Usually get store bagels with everything. Just butter and coffee makes many breakfasts in my house. Only trouble is, they are so messy.


----------



## bluebreezes (Nov 19, 2016)

I used to enjoy bagels and thought they were a healthier alternative to muffins, but ... then I learned how much sodium, sugar and calories bagels have even before adding yummy extras like cream cheese and lox. Now I might have one a couple times a year as a treat.


----------



## WheatenLover (Nov 19, 2016)

I love bagels. I butter halved bagels and broil them so they have crunchy brown tops.  

We don't have a bagel bakery here, so my son and I are thinking about making our own in hopes that we can recreate the bagels we used to buy when we lived in Boston.

I eat one bagel a month, at most, so I don't care that they aren't part of a super healthy diet. I'd prefer to eat one or two every day, though.


----------



## AprilT (Nov 19, 2016)

Rarely these days, but sometimes if I'm seeing an early morning movie, I used to pick one up at Starbucks to have with coffee, just before going into the theater.  Oh and usually I put cream cheese, but sometimes butter.


----------



## Victor Meldrew (Nov 19, 2016)

IKE said:


> Now granted I've never had one fresh right out of the oven but texture wise all the ones I've tried in the past have all been kinda tough, chewy and rubbery......if that's how they are supposed to be then I don't like em.

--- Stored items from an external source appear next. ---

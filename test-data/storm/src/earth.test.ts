import { execFileSync } from "node:child_process";
import { describe, expect, test } from "vitest";
import { checkValue, differences, inputNumber } from "../../published/index.ts";
import { equalAreaPlane, travel } from "./earth.ts";

describe("Lambert azimuthal equal-area", () => {
  // Snyder (1987), USGS Professional Paper 1395, p. 333-334: Clarke 1866 ellipsoid, centre 40N 100W, point
  // 30N 110W. Printed to 0.1 m (from memory; the comparison with PROJ below is independent of it).
  test("Snyder's worked example on the Clarke 1866 ellipsoid, both ways", () => {
    const plane = equalAreaPlane({ lonDeg: -100, latDeg: 40 }, { radiusM: 6378206.4, e2: 0.00676866 });
    const point = plane.toPlane({ lonDeg: -110, latDeg: 30 });
    expect(Math.abs(point.xKm * 1000 - -965932.1)).toBeLessThan(0.1);
    expect(Math.abs(point.yKm * 1000 - -1056814.9)).toBeLessThan(0.1);
    const back = plane.toPlace(point.xKm, point.yKm);
    expect(Math.abs(back.lonDeg - -110)).toBeLessThan(1e-9);
    expect(Math.abs(back.latDeg - 30)).toBeLessThan(1e-9);
  });

  test("the centre maps to the origin and back", () => {
    const centre = { lonDeg: 3, latDeg: 52.5 };
    const plane = equalAreaPlane(centre);
    expect(plane.toPlane(centre).xKm).toBeCloseTo(0, 9);
    expect(plane.toPlane(centre).yKm).toBeCloseTo(0, 9);
    expect(plane.toPlace(0, 0)).toEqual(centre);
  });

  test.skipIf(process.env.RAINRECKON_FOREIGN_TOOLS !== "1")(
    "agrees with PROJ's cs2cs to a centimetre (skipped unless RAINRECKON_FOREIGN_TOOLS=1)",
    () => {
      const plane = equalAreaPlane({ lonDeg: 3, latDeg: 52.5 });
      const places = [
        [1.7, 51.75],
        [4.3, 53.3],
        [3.4, 52.8],
        [0.5, 54],
      ] as const;
      const input = places.map(([lon, lat]) => `${lon} ${lat}`).join("\n");
      const args = [
        "-f",
        "%.4f",
        "+proj=longlat",
        "+datum=WGS84",
        "+to",
        ...plane.proj.split(" ").filter((word) => word !== "+type=crs"),
      ];
      const lines = execFileSync("cs2cs", args, { input, encoding: "utf8" }).trim().split("\n");
      places.forEach(([lonDeg, latDeg], i) => {
        const [x, y] = lines[i]!.split(/\s+/).map(Number);
        const ours = plane.toPlane({ lonDeg, latDeg });
        expect(Math.abs(ours.xKm * 1000 - x!)).toBeLessThan(0.01);
        expect(Math.abs(ours.yKm * 1000 - y!)).toBeLessThan(0.01);
      });
    },
  );
});

// Positions computed independently of this code; sources in test-data/published/radar-physics.json.
test.each(["mid-europe", "us-plains", "melbourne-lat", "equator", "nordic", "due-north", "sw"])(
  "geodesic from the site: %s",
  (name) => {
    const lon = checkValue(`geod-${name}-lon`);
    const place = travel(
      { lonDeg: inputNumber(lon, "site_lon_deg"), latDeg: inputNumber(lon, "site_lat_deg") },
      inputNumber(lon, "azimuth_deg"),
      inputNumber(lon, "surface_distance_m"),
    );
    expect(differences(lon, place.lonDeg)).toEqual([]);
    expect(differences(checkValue(`geod-${name}-lat`), place.latDeg)).toEqual([]);
  },
);
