describe("rates at instants, in another projection", () => {
  // PROJ 9.1.1: by invproj, 538000 5792000 of UTM zone 31 lies at 3.5569752160 east, 52.2770560585 north; by cs2cs, 578500 5766500,
  // the centre of column 40 and row 25 from there, is x = 9921.326, y = 4855.283 of the plane: column 29, row 15.
  const UTM = {
    projdef: "+proj=utm +zone=31 +ellps=GRS80 +units=m +no_defs",
    nx: 60,
    ny: 60,
    cellM: 1000,
    quantity: "RATE" as const,
    gain: 0.1,
  };
  const corner = { cornerLonDeg: 3.556975216, cornerLatDeg: 52.2770560585 };

  test("are integrated by trapezoids, holes up to the longest gap are bridged, places and holes kept", async () => {
    const folder = freshFolder();
    const stored = new Uint8Array(3600).fill(60);
    for (const row of [24, 25, 26]) stored.fill(255, row * 60 + 39, row * 60 + 42);
    for (const minute of [0, 5, 10, 20, 25, 30]) {
      await writeComposite(path.join(folder, `rate-${String(minute).padStart(2, "0")}.h5`), {
        ...UTM,
        ...corner,
        startEpochMs: NOON + minute * MINUTE,
        endEpochMs: NOON + minute * MINUTE,
        stored,
      } satisfies CompositeToWrite);
    }
    const plan = await planFor(folder, { "intervals.grids": "PT30M" });
    expect((await loadPlan(plan)).plan.grids).toMatchObject([
      { quantity: "rate", medianStepMinutes: 5, maxGapMinutes: 12.5 },
    ]);
    const arrays = await totalOf(plan);
    const total = values(arrays, "radar_total");
    const holes = total.flatMap((mm, cell) => (Number.isNaN(mm) ? [cell] : []));
    expect(holes).toContain(15 * NX + 29);
    for (const cell of holes) {
      expect(Math.abs(Math.floor(cell / NX) - 15)).toBeLessThanOrEqual(2);
      expect(Math.abs((cell % NX) - 29)).toBeLessThanOrEqual(2);
    }
    // 6 mm/h for half an hour.
    for (const mm of total) if (!Number.isNaN(mm)) expect(mm).toBeCloseTo(3, 5);
    expect(values(arrays, "bridged_fraction")[0]).toBeCloseTo(10 / 30, 6);
    expect(values(arrays, "observed_fraction")[0]).toBeCloseTo(1, 6);
  });
});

They are supposed to be somewhat chewy.


----------



## Victor Meldrew (Nov 19, 2016)

I don't like the bagel chain store brands like Einstein, etc. They're basically just donut shaped bread.

I've come to the conclusion that IMO, Lender's bagels from the grocery store are actually better than the bagel chain brands.

I like them with a nice Genoa or hard salami and either provolone or mozzarella cheese.


----------



## Falcon (Nov 19, 2016)

I like a bagel now and then, but I prefer English muffins; split, toasted and drowned in jam.


----------



## SeaBreeze (Nov 19, 2016)

BlondieBoomer said:


> We get Costco's smoked salmon too. I think their prices are the best around and the salmon is always fresh, probably because there's a good turnover. We get the Einstein's bagels there too. Did you get the Green Chili Bagels from Costco? I don't recall seeing those. Our Costco usually has Cinnamon raisin, Onion, Plain, and Parmesan. The Parmesan seems like such a travesty of a bagel. But once I tried them I really have a hard time risisting. They smell good when you toast them too. Onion and Plain are the only ones we use with lox and cream cheese. And capers, lots of capers. And thinly sliced red or sweet onions. Lemon slices to put on the platter. SB, now that you've planted the idea, I think I'm going to get some for this weekend.



Blondie, we used to buy our bagels from Costco years ago when they had onion available.  Now all they have is the everything bagel that is pretty gross to me.  Their bagels, by me anyway, are made differently than before, now they're doughy, bloated and don't taste good.

We always toast our bagels, and like you we add a thin slice of onion, not sweet but regular yellow.  We do use the fat reduced Philadelphia cream cheese with chives and onions too sometimes.  There used to be a good Jewish Deli that had excellent fresh bagels all the time by me, but not anymore.


----------



## BlondieBoomer (Nov 19, 2016)

Victor Meldrew said:


> I don't like the bagel chain store brands like Einstein, etc. They're basically just donut shaped bread.
> 
> I've come to the conclusion that IMO, Lender's bagels from the grocery store are actually better than the bagel chain brands.
> 
> I like them with a nice Genoa or hard salami and either provolone or mozzarella cheese.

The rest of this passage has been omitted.